I was going to say at this point that a) you can see now what I meant by that if Dale himself had written this there would be questions asked; and b) that perhaps the close focussing may put some potential users off. Forget a) – it hardly needed pointing out, but the close focussing ability of the EL50s is not bad at all. Swarovski have never produced a binocular with serious pretensions of taking the close focus crown (at least not the ones I’ve used) but the EL50s are actually – again – far better I was expecting. At dinner the night we were given them I think everyone of us checked the close focus almost straight away, and all of us were pleasantly surprised. I estimated the 12x were going down to about 3m, and in the field I used them to watch a Bath White nectaring – without having to walk backwards! Yes, if you’re mainly into watching beetles you might prefer the Pentax Papilios, but if you’re mainly into birds and want clarity like you’ve never seen before then the EL50s are for you…
…assuming of course you can afford them. I’m not such an unquestioning Swaro fanboy that I’m not aware that 2000GBP is a lot of money. It’s a round the world ticket in Business Class or a holiday of a lifetime. It’s a pretty decent second-hand car if you know where to look. All true, but I reckon a pair of bins like these will still be sparkling ten years down the line – my current car has gone through seven tyres in eighteen months, costs hundreds a year to service, will fall apart in the next fifty thousand miles, and have you seen the price of fuel in the UK? Dammit you could buy a top of the range pair of binoculars for what it costs to fill the tank through the year and I know which would give me more pleasure.
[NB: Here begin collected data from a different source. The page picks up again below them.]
package main

import (
	"encoding/csv"
	"encoding/json"
	"fmt"
	"io"
	"math"
	"path/filepath"
	"strconv"
	"strings"

	"github.com/spf13/cobra"

	"stanchion/catalogue"
)

// property is one property of a section as people read it.
type property struct {
	key      string // in CSV and JSON, with its unit
	symbol   string
	unit     string
	meaning  string
	decimals int // in the table; -1: four figures
	wide     bool
	of       func(*catalogue.Section) float64
}

// cm is the number of mm in a cm, raised to the power of the property.
const (
	cm2 = 1e2
	cm3 = 1e3
	cm4 = 1e4
	cm6 = 1e6
)

// properties in the order of section tables. Those that are wide stand in CSV,
// JSON and the full list of few sections alone: a screen has no room for them.
var properties = []property{
	{"mass_kg_m", "m", "kg/m", "mass per metre, nominal", 1, false, func(s *catalogue.Section) float64 { return s.Mass }},
	{"h_mm", "h", "mm", "overall depth", 1, false, func(s *catalogue.Section) float64 { return s.H }},
	{"b_mm", "b", "mm", "width", 1, false, func(s *catalogue.Section) float64 { return s.B }},
	{"tw_mm", "tw", "mm", "web, wall or leg thickness", 1, false, func(s *catalogue.Section) float64 { return s.Tw }},
	{"tf_mm", "tf", "mm", "flange, wall or leg thickness", 1, false, func(s *catalogue.Section) float64 { return s.Tf }},
	{"r_mm", "r", "mm", "root radius; outer corner radius", 1, true, func(s *catalogue.Section) float64 { return s.R }},
	{"A_cm2", "A", "cm2", "area", 1, false, func(s *catalogue.Section) float64 { return s.A / cm2 }},
	{"Iy_cm4", "Iy", "cm4", "second moment of area about y-y", -1, false, func(s *catalogue.Section) float64 { return s.Iy / cm4 }},
	{"Iz_cm4", "Iz", "cm4", "second moment of area about z-z", -1, false, func(s *catalogue.Section) float64 { return s.Iz / cm4 }},
	{"iy_cm", "iy", "cm", "radius of gyration about y-y", 2, false, func(s *catalogue.Section) float64 { return s.RadY / 10 }},
	{"iz_cm", "iz", "cm", "radius of gyration about z-z", 2, false, func(s *catalogue.Section) float64 { return s.RadZ / 10 }},
	{"iu_cm", "iu", "cm", "radius of gyration about u-u", 2, true, angleOnly(func(s *catalogue.Section) float64 { return s.RadU / 10 })},
	{"iv_cm", "iv", "cm", "radius of gyration about v-v", 2, true, angleOnly(func(s *catalogue.Section) float64 { return s.RadV / 10 })},
	{"Wel_y_cm3", "Wel,y", "cm3", "elastic modulus about y-y", -1, true, func(s *catalogue.Section) float64 { return s.WelY / cm3 }},
	{"Wel_z_cm3", "Wel,z", "cm3", "elastic modulus about z-z", -1, true, func(s *catalogue.Section) float64 { return s.WelZ / cm3 }},
	{"Wpl_y_cm3", "Wpl,y", "cm3", "plastic modulus about y-y", -1, true, func(s *catalogue.Section) float64 { return s.WplY / cm3 }},
	{"Wpl_z_cm3", "Wpl,z", "cm3", "plastic modulus about z-z", -1, true, func(s *catalogue.Section) float64 { return s.WplZ / cm3 }},
	{"It_cm4", "It", "cm4", "torsion constant", -1, false, func(s *catalogue.Section) float64 { return s.It / cm4 }},
	{"Iw_cm6", "Iw", "cm6", "warping constant", -1, true, func(s *catalogue.Section) float64 { return s.Iw / cm6 }},
	{"perimeter_m2_m", "", "m2/m", "painted surface per metre", 3, true, func(s *catalogue.Section) float64 { return s.Perimeter / 1000 }},
}

// angleOnly is a property that other shapes repeat from y-y and z-z.
func angleOnly(of func(*catalogue.Section) float64) func(*catalogue.Section) float64 {
	return func(s *catalogue.Section) float64 {
		if s.Shape != catalogue.ShapeAngle {
			return 0
		}
		return of(s)
	}
}

// text is the value for a screen; blank where the section has none.
func (p *property) text(s *catalogue.Section) string {
	v := p.of(s)
	switch {
	case v == 0:
		return ""
	case p.decimals < 0:
		return fourFigures(v)
	}
	return strconv.FormatFloat(v, 'f', p.decimals, 64)
}

// fourFigures rounds as section tables do: to four figures, without an
// exponent.
func fourFigures(v float64) string {
	return strconv.FormatFloat(toFigures(v, 4), 'f', max(0, 3-magnitude(v)), 64)
}

// exact is the value for another program: seven figures, which hide the last
// digits that processors may differ in. none is what stands for no value.
func (p *property) exact(s *catalogue.Section, none string) string {
	v := p.of(s)
	if v == 0 {
		return none
	}
	return strconv.FormatFloat(toFigures(v, 7), 'f', -1, 64)
}

// magnitude is the power of ten of the first figure.
func magnitude(v float64) int { return int(math.Floor(math.Log10(math.Abs(v)))) }

// toFigures rounds to a number of figures.
func toFigures(v float64, n int) float64 {
	text := strconv.FormatFloat(v, 'e', n-1, 64)
	rounded, err := strconv.ParseFloat(text, 64)
	if err != nil {
		panic(err) // it was just written
	}
	return rounded
}

const fewSections = 3 // so many or fewer are shown with every property

// writer returns how the list is written.
func (f *sectionsFlags) writer(c *cobra.Command) (func(io.Writer, []*catalogue.Section) error, error) {
	format := strings.ToLower(f.format)
	if !c.Flags().Changed("format") && f.output != "" {
		format = map[string]string{".csv": "csv", ".json": "json", ".jsonl": "json", ".ndjson": "json"}[strings.ToLower(filepath.Ext(f.output))]
	}
	switch format {
	case "table", "txt", "":
		return writeSectionTable, nil
	case "csv":
		return writeSectionCSV, nil
	case "json", "jsonl":
		return writeSectionJSON, nil
	}
	return nil, usage(c, "--format %s: give table, csv or json", f.format)
}

func writeSectionTable(w io.Writer, list []*catalogue.Section) error {
	var lines []string
	if len(list) <= fewSections {
		lines = fullList(list)
	} else {
		lines = shortList(list)
	}
	_, err := io.WriteString(w, strings.Join(lines, "\n")+"\n")
	return err
}

// shortList has one line a section.
func shortList(list []*catalogue.Section) []string {
	headings, units := []string{"Section"}, []string{""}
	for i := range properties {
		if p := &properties[i]; !p.wide {
			headings, units = append(headings, ">"+p.symbol), append(units, p.unit)
		}
	}
	t := newTable(headings...)
	t.add(units...)
	for _, s := range list {
		row := []string{s.Name()}
		for i := range properties {
			if p := &properties[i]; !p.wide {
				row = append(row, p.text(s))
			}
		}
		t.add(row...)
	}
	return append(t.lines(), "", fmt.Sprintf("%d sections", len(list)))
}

// fullList has one line a property and one column a section.
func fullList(list []*catalogue.Section) []string {
	headings := []string{"", "", ""}
	standard := []string{"standard", "", ""}
	for _, s := range list {
		headings, standard = append(headings, ">"+s.Name()), append(standard, s.Standard)
	}
	t := newTable(headings...)
	t.add(standard...)
	for i := range properties {
		p := &properties[i]
		row := []string{p.meaning, p.symbol, p.unit}
		filled := false
		for _, s := range list {
			v := p.text(s)
			row, filled = append(row, v), filled || v != ""
		}
		if filled {
			t.add(row...)
		}
	}
	return t.lines()
}

func writeSectionCSV(w io.Writer, list []*catalogue.Section) error {
	out := csv.NewWriter(w)
	header := []string{"section", "family", "standard", "finish"}
	for i := range properties {
		header = append(header, properties[i].key)
	}
	out.Write(header)
	for _, s := range list {
		row := []string{s.Name(), s.Family, s.Standard, finishName(s)}
		for i := range properties {
			row = append(row, properties[i].exact(s, ""))
		}
		out.Write(row)
	}
	out.Flush()
	return out.Error()
}

// writeSectionJSON writes one object a line, its keys in the order of the CSV.
func writeSectionJSON(w io.Writer, list []*catalogue.Section) error {
	var b strings.Builder
	for _, s := range list {
		fmt.Fprintf(&b, `{"section":%s,"family":%s,"standard":%s,"finish":%s`, quoted(s.Name()), quoted(s.Family), quoted(s.Standard), quoted(finishName(s)))
		for i := range properties {
			fmt.Fprintf(&b, `,"%s":%s`, properties[i].key, properties[i].exact(s, "null"))
		}
		b.WriteString("}\n")
	}
	_, err := io.WriteString(w, b.String())
	return err
}

func quoted(s string) string {
	b, err := json.Marshal(s)
	if err != nil {
		panic(err) // a string always marshals
	}
	return string(b)
}

// finishName names the finish of a hollow section; other shapes have none.
func finishName(s *catalogue.Section) string {
	switch s.Finish {
	case catalogue.HotFinished:
		return "hot finished"
	case catalogue.ColdFormed:
		return "cold formed"
	}
	return ""
}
Oh, wow, see what I did there…almost as good as what you see when you look through the EL50s – almost, but not quite.
So, in all this talk of binoculars what about the birds? Well, the trip list was just over a hundred. Many sub-Saharan migrants hadn’t reached Europe yet, but when a list includes great views of the raptors I’ve mentioned plus Spanish Imperial and Golden Eagles, wonderful views of Great Bustard, Crested, Thekla, and Calandra Larks, and some of the regions most outstanding species no-one was heard complaining. I could go on (endlessly!) however this post is far long enough as it is, so if I may could I invite you to have a look at my posts on Talking Naturally where some photos and some more bird information may be found? Especially if in addition to the birds already listed the likes of Common Crane, White Stork, Lesser Kestrel, and Great Spotted Cuckoo are of interest? Excellent, I’ll see you there then.
Oh, and did I get to keep ‘my’ EL50s? No, that wasn’t the deal: all participants on the trip handed back the optics they’d been using on the last night. I’ve been asked since whether I’d have continued using them if I had been able to keep them: without a shadow of a doubt. They were utterly wonderful and I loved having them round my neck. It may have been a brief encounter, but like Celia Johnson the Swaros were classy and unforgettable…
My thanks to the entire Swarovski Optik team for inviting me on this amazing trip, and don’t forget that as well as producing some lust-inducing optics Swarovski are great contributors to conservation and are co-Species Champions for the Critically Endangered Sociable Lapwing – see eg ‘The Amazing Journey‘ for details.